What the task asks: If a line in the entries includes "zone", show that line.

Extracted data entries
CREATE TABLE "clip_frames" (
	"clip_id" uuid NOT NULL,
	"frame_number" integer NOT NULL,
	"t_s" double precision NOT NULL,
	"pts_s" double precision,
	"flag" text,
	"storage_key" text NOT NULL,
	"size_bytes" integer NOT NULL,
	CONSTRAINT "clip_frames_clip_id_frame_number_pk" PRIMARY KEY("clip_id","frame_number")
);
--> statement-breakpoint
CREATE TABLE "clips" (
	"id" uuid PRIMARY KEY DEFAULT gen_random_uuid() NOT NULL,
	"team_id" uuid NOT NULL,
	"shot_id" uuid NOT NULL,
	"original_name" text NOT NULL,
	"sha256" text NOT NULL,
	"size_bytes" bigint NOT NULL,
	"storage_key" text NOT NULL,
	"format_name" text NOT NULL,
	"codec" text NOT NULL,
	"width" integer NOT NULL,
	"height" integer NOT NULL,
	"rotation_deg" integer DEFAULT 0 NOT NULL,
	"container_fps" double precision NOT NULL,
	"capture_fps" double precision NOT NULL,
	"frame_count" integer NOT NULL,
	"duration_s" double precision NOT NULL,
	"variable_frame_rate" boolean DEFAULT false NOT NULL,
	"time_base_warnings" jsonb DEFAULT '[]'::jsonb NOT NULL,
	"duplicate_of_clip_id" uuid,
	"in_frame" integer NOT NULL,
	"out_frame" integer NOT NULL,
	"status" text DEFAULT 'queued' NOT NULL,
	"progress" real DEFAULT 0 NOT NULL,
	"error" text,
	"extracted_count" integer DEFAULT 0 NOT NULL,
	"thumbnail_count" integer DEFAULT 0 NOT NULL,
	"job_id" uuid,
	"heartbeat_at" timestamp with time zone,
	"frames_prefix" text,
	"created_by" uuid,
	"created_at" timestamp with time zone DEFAULT now() NOT NULL,
	"updated_at" timestamp with time zone DEFAULT now() NOT NULL
);
--> statement-breakpoint
ALTER TABLE "clip_frames" ADD CONSTRAINT "clip_frames_clip_id_clips_id_fk" FOREIGN KEY ("clip_id") REFERENCES "public"."clips"("id") ON DELETE cascade ON UPDATE no action;--> statement-breakpoint
ALTER TABLE "clips" ADD CONSTRAINT "clips_team_id_teams_id_fk" FOREIGN KEY ("team_id") REFERENCES "public"."teams"("id") ON DELETE cascade ON UPDATE no action;--> statement-breakpoint
ALTER TABLE "clips" ADD CONSTRAINT "clips_shot_id_shots_id_fk" FOREIGN KEY ("shot_id") REFERENCES "public"."shots"("id") ON DELETE cascade ON UPDATE no action;--> statement-breakpoint
ALTER TABLE "clips" ADD CONSTRAINT "clips_created_by_users_id_fk" FOREIGN KEY ("created_by") REFERENCES "public"."users"("id") ON DELETE set null ON UPDATE no action;--> statement-breakpoint
CREATE INDEX "clips_shot_idx" ON "clips" USING btree ("shot_id","created_at");--> statement-breakpoint
CREATE INDEX "clips_team_sha_idx" ON "clips" USING btree ("team_id","sha256");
//! Error type of the `eigen` module.

use thiserror::Error;

/// Everything that can go wrong while computing selected eigenpairs.
#[derive(Debug, Clone, PartialEq, Error)]
pub enum EigenError {
    /// The requested index window `first..first+count` does not fit in `0..n`.
    #[error("selection {first}..{first}+{count} is outside 0..{n}")]
    SelectionOutOfRange {
        /// First requested index (0-based).
        first: usize,
        /// Number of requested levels.
        count: usize,
        /// Matrix dimension.
        n: usize,
    },
    /// The metric matrix B is not positive definite (a non-positive pivot met
    /// in its LDL^T / Cholesky factorisation).
    #[error("matrix B is not positive definite")]
    NotPositiveDefinite,
    /// An iteration did not reach the requested accuracy.
    #[error(
        "no convergence for level {level} after {iterations} iterations (residual {residual:e})"
    )]
    NoConvergence {
        /// 1-based index of the level that failed (within the whole spectrum).
        level: usize,
        /// Iterations spent.
        iterations: usize,
        /// Last residual norm ||A z - E B z||_1 reached.
        residual: f64,
    },
    /// The estimated working memory exceeds `EigenParams::memory_limit`.
    #[error(
        "needs about {:.1} GB, above the limit of {:.1} GB",
        *.bytes_needed as f64 / 1e9,
        *.limit as f64 / 1e9
    )]
    TooLarge {
        /// Estimated bytes of working memory.
        bytes_needed: usize,
        /// The limit in force (bytes).
        limit: usize,
    },
    /// Inconsistent matrix storage (band lengths, bandwidths, wrap flags, dimensions).
    #[error("shape error: {what}")]
    Shape {
        /// Human-readable description of the inconsistency.
        what: String,
    },
}
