fn arb_case() -> impl Strategy<
    Value = (
        usize,
        usize,
        bool,
        bool,
        Vec<f64>,
        usize,
        usize,
        Method,
        f64,
    ),
> {
    (
        10usize..=200,
        1usize..=4,
        any::<bool>(),
        any::<bool>(),
        any::<u64>(),
    )
        .prop_flat_map(|(n, p, wrap, gen, _)| {
            let p = if wrap && n <= 2 * p { 1 } else { p };
            (
                Just(n),
                Just(p),
                Just(wrap),
                Just(gen),
                prop::collection::vec(-3.0f64..3.0, n),
                0usize..n,
                1usize..=8,
                prop::sample::select(vec![Method::ShiftInvert, Method::Tridiagonal, Method::Auto]),
                0.0f64..1.0,
            )
        })
}

proptest! {
    #![proptest_config(ProptestConfig::with_cases(300))]
    #[test]
    fn agrees_with_dense((n, p, wrap, gen, v, first, count, method, frac) in arb_case()) {
        let h = 0.2;
        let mut a = hamiltonian(n, h, 0.0, T_E, p, wrap, |_| 0.0);
        for (d, vi) in a.bands[0].iter_mut().zip(&v) {
            *d += vi;
        }
        let b = SymBanded {
            n,
            bands: vec![vec![10.0 / 12.0; n], vec![1.0 / 12.0; if wrap { n } else { n - 1 }]],
            wrap,
        };
        let pr = Problem { a: &a, b: if gen { Some(&b) } else { None } };
        let count = count.min(n - first);
        let method = if method == Method::Tridiagonal && (p != 1 || gen || wrap) {
            Method::ShiftInvert
        } else {
            method
        };
        let params = EigenParams { method, ..Default::default() };
        let (ev, info) = solve(&pr, &Selection::Index { first, count }, &params).unwrap();
        let (vals, _) = dense_eigen(&pr).unwrap();
        let tol = 64.0 * f64::EPSILON * a.norm_one();
        prop_assert_eq!(ev.values.len(), count);
        for (j, &e) in ev.values.iter().enumerate() {
            prop_assert!((e - vals[first + j]).abs() <= tol, "level {} {} vs {}", first + j, e, vals[first + j]);
        }
        prop_assert!(info.residual_ratio < 30.0, "res {}", info.residual_ratio);
        prop_assert!(info.orthogonality_ratio < 30.0, "orth {}", info.orthogonality_ratio);
        prop_assert_eq!(info.inertia_below, first + count);
        // count_below at a random sigma inside the spectrum range
        let sigma = vals[0] - 1.0 + frac * (vals[n - 1] - vals[0] + 2.0);
        let want = vals.iter().filter(|&&x| x < sigma).count();
        // skip sigmas within rounding of an eigenvalue
        if vals.iter().all(|&x| (x - sigma).abs() > 1e3 * tol) {
            prop_assert_eq!(count_below(&pr, sigma).unwrap(), want);
            let below = ev.values.iter().filter(|&&x| x < sigma).count();
            let expect_in_window = want.saturating_sub(first).min(count);
            prop_assert_eq!(below, expect_in_window);
        }
    }
}

/// A discretisation of -t d2/dx2 + V on `n` unknowns between walls at 0 and
/// `len` A: finite differences of `order` (2, 4, 6, 8), or Numerov for order 0.
fn walls_problem(
    n: usize,
    len: f64,
    order: u32,
    v: impl Fn(f64) -> f64,
) -> crate::hamiltonian::Discretisation {
    use crate::grid::{Boundary, Scheme};
    let grid = crate::grid::Grid {
        from: 0.0,
        spacing: len / (n as f64 + 1.0),
        points: n,
        boundary: Boundary::Walls,
    };
    let vs: Vec<f64> = grid.positions().iter().map(|&x| v(x)).collect();
    let (o, scheme) = if order == 0 {
        (2, Scheme::Numerov)
    } else {
        (order, Scheme::FiniteDifference)
    };
    crate::hamiltonian::build(&grid, &vs, T_E, crate::grid::Order::new(o).unwrap(), scheme)
}

/// Order-2 eigenvalues of the same potential on the same grid.
fn order2_values(
    n: usize,
    len: f64,
    first: usize,
    count: usize,
    v: impl Fn(f64) -> f64,
) -> Vec<f64> {
    let d2 = walls_problem(n, len, 2, v);
    let (ev, _) = solve(
        &Problem { a: &d2.a, b: None },
        &Selection::Index { first, count },
        &EigenParams {
            method: Method::Tridiagonal,
            ..Default::default()
        },
    )
    .unwrap();
    ev.values
}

Expected answer:
	"heartbeat_at" timestamp with time zone,
	"created_at" timestamp with time zone DEFAULT now() NOT NULL,
	"updated_at" timestamp with time zone DEFAULT now() NOT NULL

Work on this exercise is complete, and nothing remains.